**Exercise goal**. Below are some records; output all of them exactly.

**Entries supplied**.

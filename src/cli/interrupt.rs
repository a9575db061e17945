//! Ctrl-C: the first asks the work to end and keep what is finished, the second ends at once.

use super::status::Status;
use std::sync::Arc;
use std::sync::atomic::{AtomicBool, Ordering};

/// Set once the user asks the program to end.
#[derive(Clone, Debug, Default)]
pub struct Interrupt {
    flag: Arc<AtomicBool>,
}

impl Interrupt {
    /// Listens from now on; where the system does not allow it, Ctrl-C ends the program at once.
    pub fn listen() -> Self {
        let interrupt = Self::default();
        let flag = Arc::clone(&interrupt.flag);
        let _ = ctrlc::set_handler(move || {
            if flag.swap(true, Ordering::SeqCst) {
                std::process::exit(i32::from(Status::Interrupted.code()));
            }
        });
        interrupt
    }

    /// For the work that is to look at it.
    pub fn flag(&self) -> &AtomicBool {
        &self.flag
    }

    /// True when the user has asked.
    pub fn is_asked(&self) -> bool {
        self.flag.load(Ordering::SeqCst)
    }
}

**Task answer**.
filename src/cli/interrupt.rs
repository a9575db061e17945
//! Ctrl-C: the first asks the work to end and keep what is finished, the second ends at once.

use super::status::Status;
use std::sync::Arc;
use std::sync::atomic::{AtomicBool, Ordering};

/// Set once the user asks the program to end.
#[derive(Clone, Debug, Default)]
pub struct Interrupt {
    flag: Arc<AtomicBool>,
}

impl Interrupt {
    /// Listens from now on; where the system does not allow it, Ctrl-C ends the program at once.
    pub fn listen() -> Self {
        let interrupt = Self::default();
        let flag = Arc::clone(&interrupt.flag);
        let _ = ctrlc::set_handler(move || {
            if flag.swap(true, Ordering::SeqCst) {
                std::process::exit(i32::from(Status::Interrupted.code()));
            }
        });
        interrupt
    }

    /// For the work that is to look at it.
    pub fn flag(&self) -> &AtomicBool {
        &self.flag
    }

    /// True when the user has asked.
    pub fn is_asked(&self) -> bool {
        self.flag.load(Ordering::SeqCst)
    }
}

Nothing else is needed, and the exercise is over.